Two Ways to Understand the Speed of Light c: Seth Lloyd’s Computational Limit vs. the Theory of Entropicity’s Entropic Limit

The speed of light, usually written as c, is one of the most iconic constants in physics. In mainstream theoretical physics, c is treated as a fundamental speed limit — the maximum rate at which information, energy, or causality can propagate. Seth Lloyd’s influential work on the physics of computation takes this constant seriously, showing that c sets the upper bound on how fast any physical system can compute.

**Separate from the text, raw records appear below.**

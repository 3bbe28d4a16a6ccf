// One excursion, and the note of what was done about it (the veterinarian's review and decisions come later).
import type { Sequelize } from 'sequelize';
import type { ExcursionView } from '../../shared/fridges/excursion-view.js';
import { Excursion } from '../../database/models/index.js';
import { recordAudit } from '../audit/record-audit.js';
import { AppError } from '../http/app-error.js';
import { excursionViews } from './excursion-view.js';

export async function getExcursion(sequelize: Sequelize, id: number): Promise<ExcursionView> {
  const row = await Excursion.findByPk(id);
  if (!row) throw AppError.notFound('No such excursion.');
  return (await excursionViews(sequelize, [row]))[0];
}

export async function recordActionTaken(sequelize: Sequelize, actorId: number, id: number, actionTaken: string): Promise<ExcursionView> {
  await sequelize.transaction(async (transaction) => {
    const row = await Excursion.findByPk(id, { transaction, lock: transaction.LOCK.UPDATE });
    if (!row) throw AppError.notFound('No such excursion.');
    const before = { actionTaken: row.actionTaken };
    await row.update({ actionTaken }, { transaction });
    await recordAudit({ actorId, action: 'excursion.action', entity: 'excursion', entityId: id, before, after: { actionTaken } }, transaction);
  });
  return getExcursion(sequelize, id);
}
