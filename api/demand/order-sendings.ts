// Whether and when each purchase order went to its supplier, from the sendings ledger.
import { PurchaseOrderSending } from '../../database/models/index.js';
import type { SentOrderView } from '../../shared/demand/sent-order-view.js';
import type { PurchaseOrderView } from '../../shared/receiving/purchase-order-schemas.js';

export async function withSendings(orders: PurchaseOrderView[]): Promise<SentOrderView[]> {
  const sendings = orders.length
    ? await PurchaseOrderSending.findAll({ where: { purchaseOrderId: orders.map((o) => o.id) }, order: [['sentAt', 'ASC'], ['id', 'ASC']] })
    : [];
  const last = new Map(sendings.map((s) => [s.purchaseOrderId, s]));
  return orders.map((order) => {
    const sending = last.get(order.id);
    return { ...order, lastSent: sending ? { at: sending.sentAt.toISOString(), to: sending.sentTo, mailed: sending.mailed } : null };
  });
}
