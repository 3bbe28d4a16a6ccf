// Purchasing's per-site settings for a product: safety stock in doses or days of cover, preferred supplier and pack.
import { Presentation, Product, ProductStockSetting, Site, Supplier } from '../../database/models/index.js';
import type { ProductStockSettingsInput, ProductStockSettingsView } from '../../shared/demand/demand-schemas.js';
import type { AppContext } from '../app-context.js';
import { recordAudit } from '../audit/record-audit.js';
import { AppError } from '../http/app-error.js';

function toView(setting: ProductStockSetting, productName: string): ProductStockSettingsView {
  return {
    siteId: setting.siteId,
    productId: setting.productId,
    productName,
    safetyStockKind: setting.safetyStockKind,
    safetyStockValue: setting.safetyStockValue,
    supplierId: setting.supplierId,
    presentationId: setting.presentationId,
    serviceLevel: setting.serviceLevel,
    saved: true,
  };
}

export async function saveStockSettings(
  context: AppContext,
  actorId: number,
  siteId: number,
  productId: number,
  input: ProductStockSettingsInput,
): Promise<ProductStockSettingsView> {
  return context.sequelize.transaction(async (transaction) => {
    if (!(await Site.findByPk(siteId, { transaction }))) throw AppError.notFound('No such site.');
    const product = await Product.findByPk(productId, { transaction });
    if (!product) throw AppError.notFound('No such product.');
    if (input.supplierId !== null && !(await Supplier.findByPk(input.supplierId, { transaction }))) {
      throw AppError.badRequest('No such supplier.', [{ field: 'supplierId', message: 'Unknown supplier.' }]);
    }
    if (input.presentationId !== null) {
      const presentation = await Presentation.findByPk(input.presentationId, { transaction });
      if (!presentation || presentation.productId !== productId) {
        throw AppError.badRequest('That pack is not one of this product’s.', [{ field: 'presentationId', message: 'Choose a pack of this product.' }]);
      }
      if (presentation.status !== 'confirmed') throw AppError.conflict('That pack is still a proposal.', [{ field: 'presentationId', message: 'Confirm it in the catalogue first.' }]);
    }
    const existing = await ProductStockSetting.findOne({ where: { siteId, productId }, transaction, lock: transaction.LOCK.UPDATE });
    const before = existing ? toView(existing, product.name) : null;
    const fields = { ...input, siteId, productId, updatedBy: actorId, updatedAt: new Date() };
    const setting = existing ? await existing.update(fields, { transaction }) : await ProductStockSetting.create(fields, { transaction });
    const after = toView(setting, product.name);
    await recordAudit({ actorId, action: 'stock_settings.save', entity: 'product_stock_settings', entityId: `${siteId}:${productId}`, before, after }, transaction);
    return after;
  });
}
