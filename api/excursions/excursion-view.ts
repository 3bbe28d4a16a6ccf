// Turns stored excursions, gaps and fills into the shapes the fridge page and the review read.
import { QueryTypes, type Sequelize } from 'sequelize';
import type { BackupFillView, ExcursionView, FridgeEvents, GapView } from '../../shared/fridges/excursion-view.js';
import { Excursion } from '../../database/models/index.js';

export function toExcursionView(row: Excursion, sourceImportIds: number[] = []): ExcursionView {
  return {
    id: row.id,
    fridgeId: row.fridgeId,
    source: row.source,
    kind: row.kind,
    start: row.startsAt.toISOString(),
    end: row.endsAt.toISOString(),
    minutes: row.minutes,
    peakC: row.peakC,
    degreeMinutesC: row.degreeMinutesC,
    openEnded: row.openEnded,
    backupMinutes: row.backupMinutes,
    lowC: row.lowC,
    highC: row.highC,
    status: row.status,
    followUpOfId: row.followUpOfId,
    dailyCheckId: row.dailyCheckId,
    actionTaken: row.actionTaken,
    sourceImportIds,
  };
}

export async function excursionViews(sequelize: Sequelize, rows: Excursion[]): Promise<ExcursionView[]> {
  if (!rows.length) return [];
  const links = await sequelize.query<{ excursion_id: number; log_import_id: number }>(
    'SELECT excursion_id, log_import_id FROM excursion_imports WHERE excursion_id IN (:ids) ORDER BY log_import_id',
    { replacements: { ids: rows.map((r) => r.id) }, type: QueryTypes.SELECT },
  );
  return rows.map((row) => toExcursionView(row, links.filter((l) => l.excursion_id === row.id).map((l) => l.log_import_id)));
}

interface SpanRow {
  starts_at: Date;
  ends_at: Date;
  minutes: number;
}

const toSpan = (row: SpanRow): GapView => ({ start: new Date(row.starts_at).toISOString(), end: new Date(row.ends_at).toISOString(), minutes: row.minutes });

/** A fridge's excursions, gaps and backup fills, newest first; `from`/`to` limit them to those meeting the range. */
export async function fridgeEvents(sequelize: Sequelize, fridgeId: number, range: { from?: Date; to?: Date } = {}): Promise<FridgeEvents> {
  const replacements = { fridgeId, from: (range.from ?? new Date(0)).toISOString(), to: (range.to ?? new Date('9999-01-01')).toISOString() };
  const where = 'fridge_id = :fridgeId AND ends_at >= :from AND starts_at <= :to';
  const rows = await Excursion.sequelize!.query<{ id: number }>(`SELECT id FROM excursions WHERE ${where} ORDER BY starts_at DESC, id DESC LIMIT 1000`, { replacements, type: QueryTypes.SELECT });
  const excursions = rows.length ? await Excursion.findAll({ where: { id: rows.map((r) => r.id) }, order: [['startsAt', 'DESC'], ['id', 'DESC']] }) : [];
  const gaps = await sequelize.query<SpanRow>(`SELECT starts_at, ends_at, minutes FROM fridge_gaps WHERE ${where} ORDER BY starts_at DESC LIMIT 1000`, { replacements, type: QueryTypes.SELECT });
  const fills = await sequelize.query<SpanRow & { logger_id: number }>(
    `SELECT f.starts_at, f.ends_at, f.minutes, coalesce((SELECT l.id FROM loggers l WHERE l.fridge_id = f.fridge_id AND l.role = 'backup' ORDER BY l.removed_on DESC NULLS FIRST LIMIT 1), 0) AS logger_id
     FROM backup_fills f WHERE f.fridge_id = :fridgeId AND f.ends_at >= :from AND f.starts_at <= :to ORDER BY f.starts_at DESC LIMIT 1000`,
    { replacements, type: QueryTypes.SELECT },
  );
  return {
    excursions: await excursionViews(sequelize, excursions),
    gaps: gaps.map(toSpan),
    fills: fills.map((row): BackupFillView => ({ ...toSpan(row), loggerId: row.logger_id })),
  };
}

His results, including the Margolus–Levitin limit and the Bekenstein bound, quantify the maximum number of operations per second and the maximum information density a system can hold.

But the Theory of Entropicity (ToE) approaches c from a different angle. Instead of treating the speed of light as a primitive constant, ToE derives c from the dynamics of the Entropy Field, S(x). In this framework, c is not an externally imposed limit but the maximum rate at which the entropic substrate of the universe can update itself. Where Lloyd quantifies the consequences of c, ToE explains its origin.

Lloyd’s limit tells us how fast a computer can compute. ToE tells us why nothing — including computation — can update faster.

In Lloyd’s picture, c is a boundary condition. In ToE, c is an emergent property of the entropic field’s stiffness.

This distinction matters. Lloyd’s work is phenomenological: it describes the limits imposed by the laws of physics as we know them. ToE is ontological: it proposes a deeper substrate from which those laws — and their limits — arise. In this sense, ToE does not compete with Lloyd’s framework; it contains it. Lloyd’s computational ceiling becomes a special case of ToE’s entropic ceiling.

The result is a unified picture: computation, causality, and geometry all share the same root constraint — the maximum rate of entropic reconfiguration. And that rate is what we call c.

2. Technical Note

How the Speed of Light Emerges from the Obidi Field Equations

In the Theory of Entropicity (ToE), the speed of light c is not postulated. It emerges from the structure of the Obidi Field Equations (OFE), which govern the dynamics of the Entropy Field S(x). The key insight is that the OFE impose a finite‑rate constraint on how quickly the entropic field can propagate curvature, information, and causal influence.

The OFE contain a diffusion‑like kinetic term of the form:

−2χ² ∇ᵤ( e^(S/kᴮ) ∇ᵤ S )

This term describes the propagation of entropic gradients. Because the coefficient χ² sets the stiffness of the entropic field, the maximum propagation speed of disturbances in S is determined by the ratio of this stiffness to the exponential entropic weighting factor e^(S/kᴮ).

The geometric coupling term:

½ ∂ ln(−g(S)) / ∂S

links the entropic field to the spacetime metric. When the entropic curvature saturates the Obidi Curvature Invariant (ln 2), the propagation speed of entropic disturbances reaches a universal maximum. This maximum is mathematically and quantitatively equal to the speed of light.

Thus:

• c is the maximum propagation speed of entropic curvature.

• c is the causal speed of the entropic substrate.

• c emerges from the OFE as the upper bound on entropic reconfiguration.

In this view, c is not a geometric constant but an entropic one. It reflects the finite‑rate dynamics of the underlying field from which spacetime itself emerges.

3. Philosophical Essay

“What Does the Speed of Light Mean in the Theory of Entropicity (ToE)?”

In classical physics, the speed of light is a number. In relativity, it becomes a conversion factor between space and time. In quantum information theory, it becomes the maximum rate of information transfer. But in the Theory of Entropicity, c takes on a deeper philosophical meaning: it is the universe’s maximum rate of becoming.

ToE treats entropy not as a statistic but as a field — the Entropy Field S(x) — whose dynamics generate space, matter, and information. In this picture, the universe is not a static container but a continuously updating entropic process. The speed of light is the upper bound on how fast this process can update.

This reframes causality. Causality is not a geometric rule; it is an entropic ordering.

It reframes information. Information is not abstract; it is a gradient in the entropic field.

It reframes time. Time is not a dimension; it is the sequence of entropic updates.

And it reframes the speed of light. c is the maximum rate at which the universe can change.

This interpretation dissolves the mystery of why c is constant. It is constant because the entropic substrate has a constant stiffness. It is universal because the entropic field underlies all physical processes. It is finite because no field can update infinitely fast since the entropic substrate itself has a finite rate of redistribution/reconfiguration.

In this sense, c is not merely a speed. It is the heartbeat of the universe.